I don't say these things only from observation. I have been a fool for love. But I suppose in some way I consider myself lucky that when my relationships with those I loved ended, they did truly end. Usually in a rather spectacular exploding fashion. Which, while painful at the time, was at least freeing.

And being so released, I find I have no wish to go back to that state. I hate the insecurities that feeling attached to someone brings out in me. I hate recognizing that I will accept behavior from someone I love that I wouldn't tolerate from a friend. I despise the desperation and the clinginess. How my mood is so completely dependent on a word or a gesture. How is that a good thing? I don't think it is.

2 comments:

Anonymous said...

You are right. Being desperate is not love. Love instils a longingness unseen. End to a relationship like love will be hard but is that moving to silent ways. It hurts the dissappointer and disappointee to be in touch faking it as friendship. But definitely it waits. Was good reading yours.
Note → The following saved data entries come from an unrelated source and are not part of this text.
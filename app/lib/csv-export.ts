import Papa from "papaparse";

/**
 * The one way Joulebook writes CSV for download. Cells hold text people typed
 * (site names, …), so a cell a spreadsheet would evaluate as a formula is
 * prefixed with `'` and quoted: `=HYPERLINK(…)` opens as the text it is.
 */

/** A cell: text, a JS number, or exact decimal text from PostgreSQL `numeric`. */
export type CsvValue = string | number | null | undefined;

/**
 * Cells a spreadsheet evaluates: those starting with `=`, `+`, `-`, `@`, tab
 * or carriage return. Papaparse's own pattern (`/^[=+\-@\t\r].*$/`) lets a
 * cell through when a line break follows the first character (`.` does not
 * match "\n"), so this one looks at the first character only. A plain negative
 * decimal such as "-12.5" is a number, not a formula: the ledger's exact
 * decimals arrive as text and must stay numbers.
 */
export const FORMULA_START = /^(?:[=+@\t\r]|-(?!\d+(?:\.\d+)?$))/;

/**
 * A header row and data rows as CSV text, "\n" between lines and after the
 * last. null and undefined are empty cells.
 */
export function toCsv(
  header: readonly string[],
  rows: readonly (readonly CsvValue[])[],
): string {
  // Rows as arrays, header first: papaparse's { fields, data } form writes a
  // blank line for an empty table.
  const text = Papa.unparse([[...header], ...rows.map((row) => [...row])], {
    escapeFormulae: FORMULA_START,
    newline: "\n",
  });
  return `${text}\n`;
}
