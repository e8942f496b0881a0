import { Form } from "react-router";
import { roleLabels, type Role } from "~/auth/permissions";
import { ListCard } from "~/components/list-card";
import { Button } from "~/components/ui";
import { dateTimeUtc } from "~/lib/format";

/** Invitations sent and not yet accepted, each with "Withdraw". */
export function InvitationsCard({
  invitations,
}: {
  invitations: { id: string; email: string; role: Role; expiresAt: Date }[];
}) {
  return (
    <ListCard
      headingId="invitations-heading"
      title="Pending invitations"
      empty={
        invitations.length === 0
          ? {
              title: "No pending invitations",
              text: "Invitations you send appear here until they are accepted.",
            }
          : null
      }
    >
      {invitations.map((inv) => (
        <li
          key={inv.id}
          className="flex flex-wrap items-center justify-between gap-3 py-3"
        >
          <div>
            <p className="font-semibold">{inv.email}</p>
            <p className="text-sm text-ink-muted">
              {roleLabels[inv.role]} · expires {dateTimeUtc(inv.expiresAt)}
            </p>
          </div>
          <Form method="post">
            <input type="hidden" name="intent" value="revoke" />
            <input type="hidden" name="invitationId" value={inv.id} />
            <Button type="submit" variant="secondary">
              Withdraw
            </Button>
          </Form>
        </li>
      ))}
    </ListCard>
  );
}
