def resolve_chemistry_layers(layers, body: dict, where: str, periods_h=None):
    """Replace chemistry-defined layers by the conductivity profile they imply.

    Parameters
    ----------
    layers : sequence of induct.model.interior.Layer
        Surface down; a chemistry layer has ``conductivity_S_per_m=None`` and
        ``solute``, ``salinity_g_per_kg`` in ``extra`` (``temperature_C`` optional).
    body : dict
        The scenario's ``[body]`` table (``radius_km``).
    where : str
        Context for error messages.
    periods_h : sequence of float, optional
        Periods for the convergence check (default 1, 10, 100, 1000 h).

    Returns
    -------
    list of Layer
        The same layers, each chemistry layer carrying its profile in
        ``extra["profile"]`` (an :class:`OceanProfile`) and the profile's
        mean conductivity as a nominal ``conductivity_S_per_m``.
    """
    from induct import brine
    from induct.model.response import transfer

    radius_km = float(body.get("radius_km"))
    thick = np.array([layer.thickness_km or 0.0 for layer in layers], dtype=float)
    if layers[-1].thickness_km is None:
        thick[-1] = radius_km - thick[:-1].sum()
    radii = layer_radii_m(thick, radius_km)  # centre outward
    density = np.array([layer_density(layer) for layer in layers[::-1]])
    nominal = np.array([1.0 if layer.conductivity_S_per_m is None else float(layer.conductivity_S_per_m)
                        for layer in layers[::-1]])
    check_periods = np.asarray(periods_h if periods_h is not None and len(periods_h) else _CHECK_PERIODS_H, dtype=float)
    out = list(layers)
    nlayer = len(layers)
    for i, layer in enumerate(layers):
        if layer.conductivity_S_per_m is not None or not is_chemistry_layer(layer):
            continue
        lw = f"{where}: layer {layer.name!r}"
        chem = layer_chemistry(layer, lw)
        k = nlayer - 1 - i  # index in the centre-outward arrays

        def profile(nsub):
            with warnings.catch_warnings(record=True) as caught:
                warnings.simplefilter("always")
                try:
                    mid, p, t, sigma, _ = ocean_sublayers(
                        chem["solute"], chem["salinity_g_per_kg"], chem["temperature_C"],
                        chem["temperature_profile"], k, radii, density, nsub, warn=True)
                except ValueError as exc:
                    raise ValueError(f"{lw}: {exc}") from exc
            messages = tuple(sorted({str(w.message) for w in caught if issubclass(w.category, UserWarning)}))
            return mid, p, t, sigma, messages

        def response_with(sigma_sub):
            nsub = len(sigma_sub)
            r_top, r_bot = radii[k], (radii[k - 1] if k > 0 else 0.0)
            r_sub = r_top - (r_top - r_bot) * np.arange(nsub) / nsub  # outer radii, top first
            r_all = np.concatenate([radii[:k], r_sub[::-1], radii[k + 1:]])
            s_all = np.concatenate([nominal[:k], sigma_sub[::-1], nominal[k + 1:]])
            return transfer(r_all, s_all, check_periods * SECONDS_PER_HOUR)

        nsub = 4
        mid, p, t, sigma, messages = profile(nsub)
        previous = response_with(sigma)
        while True:
            nsub *= 2
            mid, p, t, sigma, messages = profile(nsub)
            current = response_with(sigma)
            change = np.max(np.abs(current - previous) / np.abs(current))
            if change < CONVERGENCE_RTOL:
                break
            if nsub >= MAX_SUBLAYERS:
                raise ValueError(f"{lw}: the ocean profile did not converge to {CONVERGENCE_RTOL:g} with {MAX_SUBLAYERS} sub-layers")
            previous = current
        freeze = np.asarray(brine.freezing_point(chem["solute"], chem["salinity_g_per_kg"], p, warn=False))
        if np.any(t < freeze - 1e-9):
            worst = int(np.argmax(freeze - t))
            raise ValueError(
                f"{lw}: temperature {t[worst]:.3f} degC at {p[worst]:.1f} MPa is below the freezing point "
                f"{freeze[worst]:.3f} degC there: the ocean would be frozen (raise temperature_C)"
            )
        prof = OceanProfile(
            solute=chem["solute"],
            salinity_g_per_kg=float(chem["salinity_g_per_kg"]),
            sublayers=nsub,
            depth_km=(radii[-1] - mid) / METRES_PER_KM,
            pressure_MPa=np.asarray(p, dtype=float),
            temperature_C=np.asarray(t, dtype=float),
            conductivity_S_per_m=sigma,
            extrapolated=messages,
        )
        extra = dict(layer.extra)
        extra["profile"] = prof
        out[i] = replace(layer, conductivity_S_per_m=float(np.mean(sigma)), extra=extra)
    return out
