def response_derivatives(model: InteriorModel, drive_lines, parameters, reference=None, *,
                         step_fraction: float = DEFAULT_STEP_FRACTION) -> ResponseDerivatives:
    """Responses R_1 at the driving periods and their central-difference derivatives in the sampling coordinates.

    All ``1 + 2P`` model variants are evaluated in one vectorised call of
    :meth:`induct.model.interior.InteriorModel.sweep_response`.

    Parameters
    ----------
    model : InteriorModel
        The reference model; fields that are not free keep its values.
    drive_lines : sequence of DriveLine
        Driving lines (distinct periods).
    parameters : sequence of Parameter, or mapping
        Free parameters, or an ``[invert]`` table (checked with :func:`induct.inversion.priors.parse_parameters`).
    reference : mapping, optional
        ``name -> value`` (field units) of the linearisation point; default :func:`default_reference`.
    step_fraction : float
        Step h_j = ``step_fraction`` x prior width of parameter j in its sampling coordinate (u, or log10 u).
        The default 1e-5 keeps the truncation error (O(h^2)) and the rounding error (O(eps/h)) of the
        derivatives near 1e-8 relative for the bundled scenarios (checked in the tests by Richardson
        extrapolation).

    Returns
    -------
    ResponseDerivatives

    Raises
    ------
    ValueError
        Bad lines or parameters, a non-positive reference of a log parameter, or a stencil that leaves the
        physical domain (e.g. a thickness that leaves the fill layer no room).

    Examples
    --------
    >>> from induct.io.scenario import load_scenario
    >>> sc = load_scenario("ilmare")
    >>> d = response_derivatives(sc.model, sc.drive_lines, sc.raw["invert"])
    >>> d.derivative.shape
    (10, 3)
    """
    _, periods, _, labels = _check_lines(drive_lines)
    params = _check_parameters(model, parameters)
    if not (isinstance(step_fraction, (int, float)) and 0.0 < step_fraction < 0.1):
        raise ValueError(f"step_fraction must lie in (0, 0.1), got {step_fraction!r}")
    ref = default_reference(model, params) if reference is None else dict(reference)
    unknown = sorted(set(ref) - {p.name for p in params})
    if unknown:
        raise ValueError(f"reference: {', '.join(map(repr, unknown))} not among the free parameters "
                         f"({', '.join(p.name for p in params)})")
    missing = [p.name for p in params if p.name not in ref]
    if missing:
        ref = {**default_reference(model, [p for p in params if p.name in missing]), **ref}
    x0 = np.array([float(ref[p.name]) for p in params])
    for p, v in zip(params, x0):
        if not math.isfinite(v):
            raise ValueError(f"reference of {p.name!r} must be finite, got {v!r}")
        if p.log and v <= 0.0:
            raise ValueError(f"reference of {p.name!r} must be > 0 for a log-scale parameter, got {v:g}")
        if not (p.lo <= v <= p.hi):
            warnings.warn(f"reference {p.name} = {v:g} {p.unit} lies outside its prior range [{p.lo:g}, {p.hi:g}]",
                          stacklevel=2)
    u0 = np.array([float(p.to_prior(v)) for p, v in zip(params, x0)])
    width = np.array([p.prior_bounds[1] - p.prior_bounds[0] for p in params])
    h = step_fraction * width
    npar = len(params)
    u = np.tile(u0, (1 + 2 * npar, 1))
    for j in range(npar):
        u[1 + 2 * j, j] += h[j]
        u[2 + 2 * j, j] -= h[j]
    for j, p in enumerate(params):
        low = FIELDS[p.field].lowest
        if not p.log and u[2 + 2 * j, j] < low:
            raise ValueError(f"{p.name}: the difference stencil reaches {u[2 + 2 * j, j]:g} {p.unit}, below the physical "
                             f"limit {low:g}; move the reference away from the limit or use scale = 'log'")
    columns = [p.from_prior(u[:, j]) for j, p in enumerate(params)]
    values = ParameterMap(model, params).values(columns)
    r = model.sweep_response(values, periods, 1)  # (1 + 2P, K)
    bad = ~np.all(np.isfinite(r), axis=1)
    if bad.any():
        i = int(np.argmax(bad))
        what = "the reference model" if i == 0 else f"the stencil point of {params[(i - 1) // 2].name}"
        raise ValueError(f"{what} is physically impossible (e.g. the layers leave the fill layer no room); move the "
                         "reference or reduce step_fraction")
    dr = (r[1::2] - r[2::2]) / (2.0 * h[:, None])  # (P, K) complex
    deriv = np.empty((2 * periods.size, npar))
    deriv[0::2] = dr.real.T
    deriv[1::2] = dr.imag.T
    return ResponseDerivatives(params, periods, labels, r[0].copy(), deriv, x0, u0, h)


# --------------------------------------------------------------------------- information
def _gram_of_points(pos, t, radius_km, amps, periods):
    k2 = 2 * periods.size
    gram = np.zeros((k2, k2))
    for start in range(0, t.size, BATCH_POINTS):
        sl = slice(start, start + BATCH_POINTS)
        a = design_matrix(pos[sl], t[sl], radius_km, amps, periods)
        gram += a.T @ a
    return gram


def candidate_grams(model: InteriorModel, drive_lines, candidates, *, progress: bool = False) -> np.ndarray:
    """Unit-noise Gram matrix ``A_c^T A_c`` of each candidate's design matrix, batched over candidates.

    Parameters
    ----------
    model : InteriorModel
        Supplies the reference radius and the radius below which the outside formula fails (surface,
        or the ionosphere sheet).
    drive_lines : sequence of DriveLine
    candidates : sequence of Candidate
    progress : bool
        Show a progress bar over the candidates (tqdm, standard error).

    Returns
    -------
    ndarray, shape (C, 2K, 2K)
        In (nT per unit response)^2; rows and columns ordered (Re R_1, Im R_1, Re R_2, ...).

    Raises
    ------
    ValueError
        A sample inside the body (or the ionosphere sheet), naming the candidate and sample.

    Examples
    --------
    >>> from induct.io.scenario import load_scenario
    >>> from induct.planning.candidates import generate_candidates
    >>> sc = load_scenario("ilmare")
    >>> cands = generate_candidates(sc.model.radius_km, altitude_km=200.0, t_ca_s=0.0, step_s=60.0)
    >>> candidate_grams(sc.model, sc.drive_lines, cands).shape
    (1, 10, 10)
    """
    _, periods, amps, _ = _check_lines(drive_lines)
    cands = _check_candidates(candidates)
    rmin = _valid_radius_km(model)
    inside = "the body" if model.ionosphere is None else "the ionosphere sheet"
    for c in cands:
        r = np.linalg.norm(c.positions_km, axis=1)
        low = r < rmin * (1.0 - 1e-12)
        if low.any():
            i = int(np.argmax(low))
            raise ValueError(f"candidate {c.name!r}: sample {i} (t_s = {c.times_s[i]:.9g}) lies inside {inside}: "
                             f"|r| = {r[i]:.6g} km < {rmin:.6g} km; the induced-field formula holds only outside")
    k2 = 2 * periods.size
    out = np.empty((len(cands), k2, k2))
    sizes = np.array([c.size for c in cands])
    from tqdm.auto import tqdm

    bar = tqdm(total=len(cands), desc="candidate flybys", unit="flyby", disable=not progress, leave=False)
    for n in np.unique(sizes):
        idx = np.flatnonzero(sizes == n)
        per = max(1, BATCH_POINTS // int(n))
        if per == 1:
            for i in idx:
                out[i] = _gram_of_points(cands[i].positions_km, cands[i].times_s, model.radius_km, amps, periods)
                bar.update(1)
            continue
        for start in range(0, idx.size, per):
            batch = idx[start:start + per]
            pos = np.concatenate([cands[i].positions_km for i in batch])
            t = np.concatenate([cands[i].times_s for i in batch])
            a = design_matrix(pos, t, model.radius_km, amps, periods).reshape(batch.size, 3 * int(n), k2)
            out[batch] = np.matmul(a.transpose(0, 2, 1), a)
            bar.update(batch.size)
    bar.close()
    return out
Wot do you feel about Love-Friendship overlap?

gkumaar@gmail.com
India

Kopaylopa said...

If our concept of love for partners was the same as the love we hold for our life-long friends, I think we'd be much better off. Why is the love we have for partners considered better than the love for friends when friends tend to be more reliable? If the person you 'love' isn't even a 'friend' how the hell does that work? Yet another example of why the accepted concept of love is evil.